We also heard from a couple of people regularly or temporarily based in Central or Eastern Europe, both of whom noted how relatively little interest there was in looking back to Tiananmen and connecting China’s 1989 to the upheavals that took place in that same year in the region.

Grabriella Ivacs, a Budapest-based archivist at Central European University’s extraordinary Open Society Archive (it has holdings on human rights, the history of Communism in Europe in particular, and other topics that are too special to try to summarize, so we’ll just encourage readers to make the jump and explore their website, where they’ll also find information on the innovative exhibitions OSA has mounted, some of which have dealt at least in part with China) wrote to say that “Hungarian papers and online news portals were not particularly interested in Beijing events” last week. She stressed that “Hungary is going through a serious political crisis, and [the press in] early June was focused on [the] EU election campaign.” She notes that there were occasional articles on the anniversary, including one in a “left wing daily,” Nepszabadsag, that placed the Massacre “in the context of 1989…the symbolic year of Transition in Eastern and Central Europe,” but, “(i)nterestingly,” claimed that the “1989 changes in Europe had no direct connection” to the contemporaneous “Beijing events.”

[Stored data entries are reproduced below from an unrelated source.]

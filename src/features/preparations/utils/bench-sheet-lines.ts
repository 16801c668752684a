import { isStepKind, itemIn, STEP_KINDS, stepInstruction } from '../../../../shared/contracts/step-kinds';
import { stepSchema } from '../../../../shared/uncertainty';

/** What the analyst does at one step, and which readings the sheet leaves blank for it. */
export type BenchLine = {
  stepNumber: number;
  action: string;
  /** Equipment IDs used in the step. */
  equipment: string[];
  readings: 'weighing' | 'volume' | 'none';
};

/**
 * The steps of a plan (inline equipment) as bench instructions, in the words of the step-kind registry (the PDF
 * record prints the same): target masses to each balance's readability, volumes as the glassware marks them.
 * A step not yet complete (no equipment chosen) is named only.
 */
export function benchSheetLines(plan: Record<string, unknown>, labTemperatureC: number): BenchLine[] {
  const steps: unknown[] = Array.isArray(plan.steps) ? plan.steps : [];
  return steps.map((raw, stepIndex) => {
    const stepNumber = stepIndex + 1;
    const parsed = stepSchema.safeParse(raw);
    if (!parsed.success) {
      const kind = (raw as { kind?: unknown } | null)?.kind;
      const label = isStepKind(kind) ? STEP_KINDS[kind].label : 'Unknown step';
      return { stepNumber, action: `${label}: not complete in the plan.`, equipment: [], readings: 'none' };
    }
    const step = parsed.data;
    const entry = STEP_KINDS[step.kind];
    const slots = [entry.slot?.name, entry.materialKinds ? 'material' : undefined] as const;
    return {
      stepNumber,
      action: stepInstruction(step, { item: (slot) => itemIn(step, slot)?.itemId ?? '—', stepIndex, labTemperatureC }),
      equipment: slots.flatMap((slot) => (slot ? [itemIn(step, slot)?.itemId ?? ''] : [])).filter(Boolean),
      readings: entry.recordedMass ? 'weighing' : entry.slot ? 'volume' : 'none',
    };
  });
}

A. Tom Grunfeld, an American scholar spending the year in Romania (and a twotime past contributor to this site before), confirmed this sense of relative lack of interest: “Apart from CNN and a single article in every Romanian and Hungarian paper on the appropriate day (edits from the wire services as best as I can make out) there is no interest here.”

Here’s Paola’s comment in full:

Yesterday I got my copy of The New Zealand Listener (the 13-19 July issue) in the mail and, to my surprise, “Has China learnt from the Tiananmen Massacre?” was included as part of a much longer feature story on “Wealth: How Chinese consumers could drive our recovery? ” While NZ seemed uninterested to remember June 4th when most other countries’ media were covering the anniversary (i.e., just before or on that very day), one of NZ most popular national magazines chose to have a reflection on those events 10 days later, when almost every other national media had moved to different topics. But maybe, rather than reading this choice as a belated answer, one can interpret it as an attempt to look at the event outside the specific temporality of the 20 year anniversary and frame it instead in the on-going economic and political engagement of NZ with China. Tiananmen becomes a provocative footnote to the economic partnership that is both needed and feared by many in NZ.

The Tiananmen anniversary was discussed from two main critical angles: firstly, the issue of forced memory loss imposed by the Chinese government and how, despite the government’s efforts, many are still remembering; secondly, much more interestingly (I think), June 4th was remembered with a piece on Zhao Ziyang’s Secret Journal (an edited extract from the book’s preface (by one of the three co-editors, Adi Ignatius).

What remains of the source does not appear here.